# New tool of death.



## Telum Pisces (Sep 27, 2007)

Fish death that is. Picked up a new Ocean Rhino RX5 from MBT today. I had Jim order it while I was in town for vacation and he had it here before I skip out of town. The fish will not know what hit them now. I can't wait to get out back home in SC. This is some serious gun. It's huge.:thumbup: And that's what she said.:thumbsup:


----------



## reefcreature (Oct 3, 2007)

ain't nothing like pulling the trigger for the first time on a new gun.


----------



## FelixH (Sep 28, 2007)

Nice!! You get to do any good diving up there yet?


----------



## Telum Pisces (Sep 27, 2007)

FelixH said:


> Nice!! You get to do any good diving up there yet?
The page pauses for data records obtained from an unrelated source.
# Reference fixtures for LOESS / LOWESS (Debian r-base-core: stats::lowess, stats::loess).
#
# Writes fixtures/loess_r.json. Data: R's datasets::cars (speed, dist; 50 rows, sorted by
# speed, with tied speeds) and a seeded series made here (set.seed(7); n = 500;
# x = sort(runif(n, 0, 10)) rounded to 2 decimals, so with ties; y = sin(x) + x / 5 + rnorm(n, sd = 0.3)
# with 10 gross outliers added at rows 25, 75, ..., 475).
# Cases:
#   lowess(x, y, f, iter, delta)                 (Cleveland's LOWESS: local linear, tricube,
#                                                 bisquare robustness; delta interpolation)
#   loess(y ~ x, span, degree, family, surface = "direct")
#                                                (exact local fit at every x, no kd-tree
#                                                 interpolation; family "gaussian" = no
#                                                 robustness, "symmetric" = 4 fits with
#                                                 bisquare weights between them; trace.hat
#                                                 exact)
# R has no JSON package here, so JSON is written by hand with 17 significant digits.
# Run with Rscript --vanilla (see generate.sh).

num <- function(v) paste0("[", paste(sprintf("%.17g", v), collapse = ", "), "]")
str <- function(s) paste0("\"", s, "\"")
obj <- function(...) {
  a <- list(...)
  paste0("{", paste(sprintf("\"%s\": %s", names(a), unlist(a)), collapse = ", "), "}")
}

set.seed(7)
n <- 500
sx <- round(sort(runif(n, 0, 10)), 2)
sy <- sin(sx) + sx / 5 + rnorm(n, sd = 0.3)
out_rows <- seq(25, 475, by = 50)
sy[out_rows] <- sy[out_rows] + 4

datasets <- list(cars = list(x = cars$speed, y = cars$dist), seeded = list(x = sx, y = sy))

cases <- character(0)
for (dn in names(datasets)) {
  d <- datasets[[dn]]
  x <- d$x; y <- d$y
  rng <- diff(range(x))
  for (s in list(list(f = 2/3, iter = 3L, delta = 0.01 * rng), list(f = 0.3, iter = 0L, delta = 0),
                 list(f = 0.3, iter = 3L, delta = 0), list(f = 0.25, iter = 3L, delta = 0.05 * rng))) {
    fit <- lowess(x, y, f = s$f, iter = s$iter, delta = s$delta)
    cases <- c(cases, obj(data = str(dn), fn = str("lowess"), f = sprintf("%.17g", s$f), iter = s$iter,
                          delta = sprintf("%.17g", s$delta), fitted = num(fit$y)))
  }
  for (s in list(list(span = 0.5, degree = 1L, family = "gaussian"), list(span = 0.75, degree = 2L, family = "gaussian"),
                 list(span = 0.3, degree = 2L, family = "gaussian"), list(span = 0.75, degree = 2L, family = "symmetric"),
                 list(span = 0.4, degree = 1L, family = "symmetric"))) {
    fit <- loess(y ~ x, span = s$span, degree = s$degree, family = s$family,
                 control = loess.control(surface = "direct", statistics = "exact", trace.hat = "exact"))
    cases <- c(cases, obj(data = str(dn), fn = str("loess"), span = sprintf("%.17g", s$span), degree = s$degree,
                          family = str(s$family), iterations = if (s$family == "gaussian") 1L else 4L,
                          trace_hat = sprintf("%.17g", fit$trace.hat), fitted = num(fitted(fit))))
  }
}

data_json <- paste0("{", paste(sprintf("\"%s\": {\"x\": %s, \"y\": %s}", names(datasets),
  sapply(datasets, function(d) num(d$x)), sapply(datasets, function(d) num(d$y))), collapse = ", "), "}")
json <- paste0("{\"source\": \"R stats::lowess and stats::loess (surface = direct) on datasets::cars and a seeded series\", ",
               "\"versions\": {\"R\": ", str(R.version.string), "}, ",
               "\"parameters\": {\"seed\": 7, \"n_seeded\": ", n, ", \"loess_control\": \"surface = direct, statistics = exact, trace.hat = exact\"}, ",
               "\"data\": ", data_json, ", \"cases\": [", paste(cases, collapse = ", "), "]}")
args <- commandArgs(trailingOnly = FALSE)
here <- dirname(sub("^--file=", "", args[grep("^--file=", args)]))
writeLines(json, file.path(here, "fixtures", "loess_r.json"))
Only been once so far. Lots of natural bottom compared to here. The seas stay rough a lot more often. So I can not get out in my boat as much. But I am trying to get to know some other divers with larger boats.:thumbup:


----------



## Sniper Spear-It (Jan 16, 2008)

*New gun huh bro*



Telum Pisces said:


> Only been once so far. Lots of natural bottom compared to here. The seas stay rough a lot more often. So I can not get out in my boat as much. But I am trying to get to know some other divers with larger boats.:thumbup:


 I also love that gun,dead accurate and it shoots quietly. the only thing i did to that exact model was drill a series of hole in the front end of the gun and add some foam to increase the boyouncy. Tough word after some brews. And i wish the rear stock was longer for when you have multiple shafts on the gun and when loading. But all n all a great gun


----------



## wirebiter (Jun 4, 2008)

I got that same gun last year. Man is it nice. Shoots straight, and has some amazing power. Went right thru an unsuspecting AJ's head with ease. You won't miss your old one for sure!


----------



## Offshore Angler (Apr 13, 2009)

Great gun lots of punch just wish it was as quiet as my Riffe...


----------



## ClemsonTiger11 (Aug 12, 2010)

Looks like a nice gun. I am new to spearfishing and my brother and dad went in and bought me a Mako Predator Pro Railgun for my b-day. Looks like a nice gun it's about 5 feet long and has 2 bands, has anyone had any experience with them? I can't wait to try it out!


----------



## wm4480 (Jul 2, 2009)

i've got that same rhino too. i put the kill kit on there also, and having that front kill spike is really nice. you'll enjoy that gun - wish they'd let me outta flight school for a weekend so i could go shoot mine again soon.

-Wilson


----------



## drlile (Sep 28, 2007)

*Add a light*

I shoot the Ocean Rhino RX4. Love it! 
Consider adding the front kill spike. I mounted a UK Mini Q40 Plus eLED to the front spike. Great for looking in holes and under ledges. I have a GoPro Hero HD video camera attached to a head mount. When shooting in a hole the light help you see the fish, acts as an aiming tool, and adds enough illumination for good video. The lights run about $45, and the Hero HD about $300. Have fun, shoot straight, and be safe!


----------



## jim t (Sep 30, 2007)

Kinda big for those croakers in Charleston isn't it? :boxing::tt2::tt2::whistling::whistling:


Jim


----------